Она поддалась и дверь отворилась. Заглянувъ, я увидѣлъ свѣчу, стоявшую на столѣ, скамью, и кровать съ матрацемъ. Такъ-какъ въ комнатѣ были полати, то я крикнулъ:- Есть такъ кто? но никто не отозвался. Я взглянулъ на часы, былъ уже десятый часъ, я снова закричалъ, — есть такъ кто? — По прежнему не получивъ отвѣта, я вышелъ изъ дверей, не зная что дѣлать.
Вдругъ пошелъ сильный дождь. Я возвратился назадъ и всталъ въ дверяхъ, вглядываясь въ ночную темноту. Обдумавъ, что кто-нибудь вѣроятно былъ здѣсь недавно и скоро возвратится, иначе свѣча не горѣла бы, я захотѣлъ посмотрѣть, много-ли она нагорѣла. Я повернулся и взялъ въ руки свѣчу, какъ вдругъ ее кто-то задулъ и я почувствовалъ, что пойманъ въ петлю, наброшенную на меня сзади.
— Ага! — проговорилъ какой-то глухой голосъ, сопровождая свои слова проклятіями: — попался, голубчикъ!
— Что это значитъ? закричалъ я стараясь высвободиться — Кто это? Караулъ, караулъ, караулъ!

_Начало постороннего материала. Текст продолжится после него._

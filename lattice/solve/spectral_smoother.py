"""The spectral smoother: the exact inverse, mode by mode, of the constant-coefficient tangent."""

from __future__ import annotations

from typing import TYPE_CHECKING, Any

import numpy as np

from lattice.spectral.transform import Complex, Transform
from lattice.system.constant_part import ConstantPart

if TYPE_CHECKING:
    from lattice.system.system import System


class SpectralSmoother:
    """One transform, a C x C inverse per mode, one transform back.

    Parameters
    ----------
    system : System
    transform : Transform
        Of the system's blocks; shared with the transfer between lattices.
    shift : float
        Added to the symbol of evolving rows, so that slow long waves, which the coarse lattice solves,
        are not amplified.
    """

    def __init__(self, system: System, transform: Transform, constant: ConstantPart, shift: float) -> None:
        self.system, self.transform, self.constant, self.shift = system, transform, constant, shift
        self._inverse: Complex = np.zeros(0, dtype=complex)

    def update(self) -> None:
        """Invert the symbols at the system's point of linearisation. Collective."""
        symbol = self.constant.symbol(self.transform, self.shift)
        self._inverse = 1.0 / symbol if symbol.shape[-1] == 1 else np.linalg.inv(symbol)

    def apply(self, r: Any, y: Any) -> None:
        """Set the field vector `y` to the smoother times `r`. Collective."""
        self._multiply(self._inverse, r, y)

    def apply_transpose(self, r: Any, y: Any) -> None:
        """Set `y` to the transposed smoother times `r`. Collective."""
        self._multiply(np.swapaxes(self._inverse, -1, -2).conj(), r, y)

    def _multiply(self, matrices: Complex, r: Any, y: Any) -> None:
        spectrum = self.transform.forward(r)
        if matrices.shape[-1] == 1:
            spectrum *= matrices[..., 0]
        else:
            spectrum[...] = np.einsum("...ij,...j->...i", matrices, spectrum)
        self.transform.backward(spectrum, y)

    def destroy(self) -> None:
        """Nothing of PETSc's is held; the transform belongs to the transfer."""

Мои руки были плотно притянуты къ бокамъ, и веревки врѣзались въ мою больную руку. Чья-то тяжелая рука и грудь поперемѣнно зажимала мой ротъ, чтобы заглушить крики; я чувствовалъ чье-то жаркое дыханіе, и, не смотря на мои усилія высвободиться, былъ накрѣпко привязанъ въ стѣнѣ. — Теперь только крикни, съ новымъ проклятіемъ проговорилъ глухой голосъ — такъ, я разомъ съ тобою покончу!
Мнѣ сдѣлалось дурно отъ боли въ больной рукѣ; я не могъ прійдти въ себя отъ изумленія; но я тотчасъ сообразилъ, какъ легко было исполнить эту угрозу, и потому пересталъ кричать, а старался хотя сколько-нибудь освободить руку и облегчить свои страданія. Но она была слишкомъ крѣпко привязана. Прежде боль можно было сравнить съ обжогомъ, теперь-же я чувствовалъ будто вся рука была въ кипяткѣ.

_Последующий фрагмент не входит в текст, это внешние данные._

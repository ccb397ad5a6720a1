"""What a run tells and keeps: lines of progress, the history of its steps, its state file."""

from __future__ import annotations

import math
import time
from collections.abc import Callable, Mapping
from dataclasses import dataclass, field
from pathlib import Path
from typing import TYPE_CHECKING, Any

import numpy as np

from lattice.show.progress import header, step_line
from lattice.store.runfolder import RunFolder, peak_memory_mb
from lattice.store.statefile import write_state
from lattice.store.statemeta import StateMeta
from lattice.store.versions import versions

if TYPE_CHECKING:
    from mpi4py import MPI

    from lattice.solve.progress import Progress
    from lattice.system.system import System

Report = Callable[[str], None]
WRITING_SHARE = 0.025
"""Largest share of the time that goes into state files where steps are quick."""


@dataclass(frozen=True)
class Done:
    """One step as it is recorded.

    Parameters
    ----------
    stage : str
    number : int
        Within its leg; 0 is the leg's start.
    residual_rms : float
    linear_iterations : int
    more : dict
        Further keys of the history's entry.
    columns : dict of str to float
        Further numbers of the line of progress, after the scalars.
    """

    stage: str
    number: int
    residual_rms: float
    linear_iterations: int
    more: Mapping[str, Any] = field(default_factory=dict)
    columns: Mapping[str, float] = field(default_factory=dict)


class Recorder:
    """Keeps the record of one run.

    Collective, as all methods that take vectors.

    Parameters
    ----------
    files : RunFolder
    comm : MPI.Intracomm
    report : callable
        Takes lines for the user.
    job_text : str
        The resolved job in TOML.
    """

    def __init__(self, files: RunFolder, comm: MPI.Intracomm, report: Report, job_text: str) -> None:
        self.files, self.comm, self.report, self.job_text = files, comm, report, job_text
        self.versions = versions()
        self.began = time.perf_counter()
        self.history: list[dict[str, Any]] = []
        self.residual_max = self.mean_square = math.nan
        self.writing = 0.0
        self._base = 0
        self._written_at = -math.inf
        self._write_took = 0.0

    def go_on(self, meta: StateMeta, first: int) -> None:
        """Take over the history of a kept state; its present leg begins at the entry `first`."""
        self.history = list(meta.history)
        self.residual_max, self.mean_square = meta.residual_max, meta.mean_square
        self.began -= self.history[-1]["seconds"]
        self._base = self.history[first]["step"] if first < len(self.history) else self.history[-1]["step"]
        self.files.rewrite_steps(self.history)

    @property
    def elapsed(self) -> float:
        """Seconds since the run began, those before it went on included."""
        return time.perf_counter() - self.began

    @property
    def linear_iterations(self) -> int:
        """Linear iterations of all steps."""
        return sum(entry["linear_iterations"] for entry in self.history)

    def begin_leg(self, names: list[str]) -> None:
        """Print the header of a leg's steps, which are counted on from those before."""
        self._base = self.history[-1]["step"] if self.history else 0
        self.report(header(names))

    def step(self, done: Done, system: System, x: Any, residual: Any) -> None:
        """Tell of a step and append it to the history."""
        values = system.values_of(x)
        self._measure(system, x, residual)
        memory = peak_memory_mb(self.comm)
        free = {u.name: values[u.name] for u in system.unknowns}
        number, elapsed = self._base + done.number, self.elapsed
        shown = {**free, **done.columns}
        self.report(step_line(number, done.residual_rms, shown, done.linear_iterations, elapsed, memory))
        entry = {
            "step": number,
            "stage": done.stage,
            "residual_rms": done.residual_rms,
            "residual_max": self.residual_max,
            "scalars": free,
            "linear_iterations": done.linear_iterations,
            "seconds": elapsed,
            "peak_memory_mb": memory,
            **done.more,
        }
        self.history.append(entry)
        self.files.append_step(entry)

    def _measure(self, system: System, x: Any, residual: Any) -> None:
        """Set the largest residual and the mean square of the field."""
        from mpi4py import MPI

        count = system.blocks.owned_size
        found = residual.getArray(readonly=1)[:count]
        numbers = x.getArray(readonly=1)[:count]
        self.residual_max = self.comm.allreduce(float(np.abs(found).max()), op=MPI.MAX)
        self.mean_square = self.comm.allreduce(float(numbers @ numbers)) / system.lattice.nodes

    def is_due(self) -> bool:
        """Tell whether a state should be written where steps are quick, the same on all ranks. Collective."""
        since = time.perf_counter() - self._written_at
        due: bool = self.comm.bcast(since * WRITING_SHARE >= self._write_took)
        return due

    def write(
        self,
        system: System,
        x: Any,
        outcome: str,
        progress: Progress,
        classification: Mapping[str, Any] | None = None,
        path: Path | None = None,
    ) -> None:
        """Replace the state file, or write one elsewhere."""
        began = time.perf_counter()
        meta = StateMeta.of_law(
            system.law,
            system.whole_lattice,
            system.values_of(x),
            free=tuple(u.name for u in system.unknowns),
            residual_rms=self.history[-1]["residual_rms"] if self.history else math.nan,
            residual_max=self.residual_max,
            mean_square=self.mean_square,
            outcome=outcome,
            history=tuple(self.history),
            versions=self.versions,
            job_text=self.job_text,
            classification=dict(classification or {}),
            progress=progress.record(),
        )
        write_state(
            path or self.files.state, system.whole_field(x), system.whole_blocks.block, meta, self.comm
        )
        self._written_at = time.perf_counter()
        self._write_took = self._written_at - began
        self.writing += self._write_took
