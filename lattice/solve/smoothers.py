"""The smoothers of the two-level preconditioner: spectral, and slabs of time levels."""

from __future__ import annotations

from collections.abc import Callable
from typing import TYPE_CHECKING, Any

import numpy as np

from lattice.solve.patches import Patches, slab_patches
from lattice.spectral.transform import Complex, Transform
from lattice.system.constant_part import ConstantPart

if TYPE_CHECKING:
    from lattice.system.system import System

STALE = 0.02
"""Relative change of the field up to which slabs keep their factors: a smoother need not be exact."""
LEAST_LEVELS = 4
LARGEST_INVERSE = 1e8
"""Largest number in the inverse of a mode's block, a time: beyond it the block counts as singular."""


class SpectralSmoother:
    """The exact inverse, mode by mode, of the constant-coefficient tangent: two transforms.

    Parameters
    ----------
    transform : Transform
        Of the fine lattice's blocks.
    constant : ConstantPart
        Brought up to date by its owner before `update`.
    shift : float
        Added to the symbol of evolving rows, so that slow long waves, which the coarse lattice solves, are
        not amplified.
    """

    def __init__(self, transform: Transform, constant: ConstantPart, shift: float) -> None:
        self.transform, self.constant, self.shift = transform, constant, shift
        self._inverse: Complex = np.zeros(0, dtype=complex)

    def update(self) -> None:
        """Invert the symbols at the point of linearisation. Collective."""
        self._inverse = inverse_blocks(self.constant.symbol(self.transform, self.shift))

    def apply(self, r: Any, y: Any) -> None:
        """Set the field vector `y` to the smoother times `r`. Collective."""
        multiply_blocks(self.transform, self._inverse, r, y)

    def apply_transpose(self, r: Any, y: Any) -> None:
        """Set `y` to the transposed smoother times `r`. Collective."""
        multiply_blocks(self.transform, np.swapaxes(self._inverse, -1, -2).conj(), r, y)

    def destroy(self) -> None:
        """Nothing of PETSc's is held; the transform is its owner's."""


def multiply_blocks(transform: Transform, matrices: Complex, r: Any, y: Any) -> None:
    """Set the field vector `y` to `r` with every Fourier mode multiplied by its own matrix. Collective."""
    spectrum = transform.forward(r)
    if matrices.shape[-1] == 1:
        spectrum *= matrices[..., 0]
    else:
        spectrum[...] = (matrices @ spectrum[..., None])[..., 0]
    transform.backward(spectrum, y)


def inverse_blocks(symbol: Complex) -> Complex:
    """Return the inverse of every mode's block, zero where it is singular: such modes are left alone.

    Examples
    --------
    >>> inverse_blocks(np.array([[[2.0]], [[0.0]]])).ravel().tolist()
    [0.5, 0.0]
    """
    determinant = np.linalg.det(symbol)
    singular = determinant == 0.0
    inverse = np.linalg.inv(np.where(singular[..., None, None], np.eye(symbol.shape[-1]), symbol))
    # Rounding hides singular blocks; what it leaves of them multiplies by far more than any mode's inverse.
    singular |= ~(np.abs(inverse).max(axis=(-1, -2)) < LARGEST_INVERSE)
    inverse[singular] = 0.0
    return np.asarray(inverse)


class SlabSmoother:
    """Overlapping slabs of a few time levels, whole in space, each solved by LU, additive.

    Parameters
    ----------
    system : System
    count : int, optional
        Slabs on all ranks together; by default one a rank, at least four.
    overlap : int
        Levels by which a slab reaches into each neighbour.
    report : callable
        Takes lines for the log.
    """

    def __init__(
        self, system: System, count: int | None, overlap: int, report: Callable[[str], None]
    ) -> None:
        ranks = system.comm.size
        most = max(1, system.lattice.nt // LEAST_LEVELS)
        wanted = count or max(4, ranks)
        self.count = max(ranks, min(wanted, most))
        self.system = system
        self._patches = Patches(system, slab_patches(system, self.count, overlap), "slabs_")
        self._factored: Any = None
        report(f"slab smoother: {self.count} slabs of time levels, {overlap} levels of overlap")

    def update(self) -> None:
        """Factorise the slabs, unless the field has hardly changed since they were. Collective."""
        operator = self.system.operator
        field = self.system.blocks.vector()
        operator.copy_point(field)
        if self._factored is not None:
            self._factored.axpy(-1.0, field)
            change = self._factored.norm() / max(field.norm(), 1e-300)
            self._factored.destroy()
            if change <= STALE:
                self._factored = field
                return
        self._patches.update()
        self._factored = field

    def apply(self, r: Any, y: Any) -> None:
        """Set the field vector `y` to the sum of the slab solves of `r`. Collective."""
        self._patches.apply(r, y)

    def apply_transpose(self, r: Any, y: Any) -> None:
        """Set `y` to the transpose. Collective."""
        self._patches.apply_transpose(r, y)

    def destroy(self) -> None:
        """Free the slabs. Collective."""
        self._patches.destroy()
        if self._factored is not None:
            self._factored.destroy()
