"""Job: the user's TOML job file, validated, and the plan a run follows."""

По совершенной темнотѣ, воцарившейся въ комнатѣ, я догадался, что онъ заперъ ставни. Пошаривъ нѣсколько времени въ потемкахъ онъ отыскалъ временъ и кусокъ стали и принялся высѣкать огонь. Напрасно напрягалъ я глаза, глядя на искры, падавшія на трутъ, который онъ тотчасъ-же принимался раздувать, держа въ рукѣ спичку; я ничего не могъ разобрать, кромѣ его губъ и конца спички, и то лишь урывками. Трутъ видно отсырѣлъ и не удивительно въ такомъ мѣстѣ, и искры тухли одна за другою.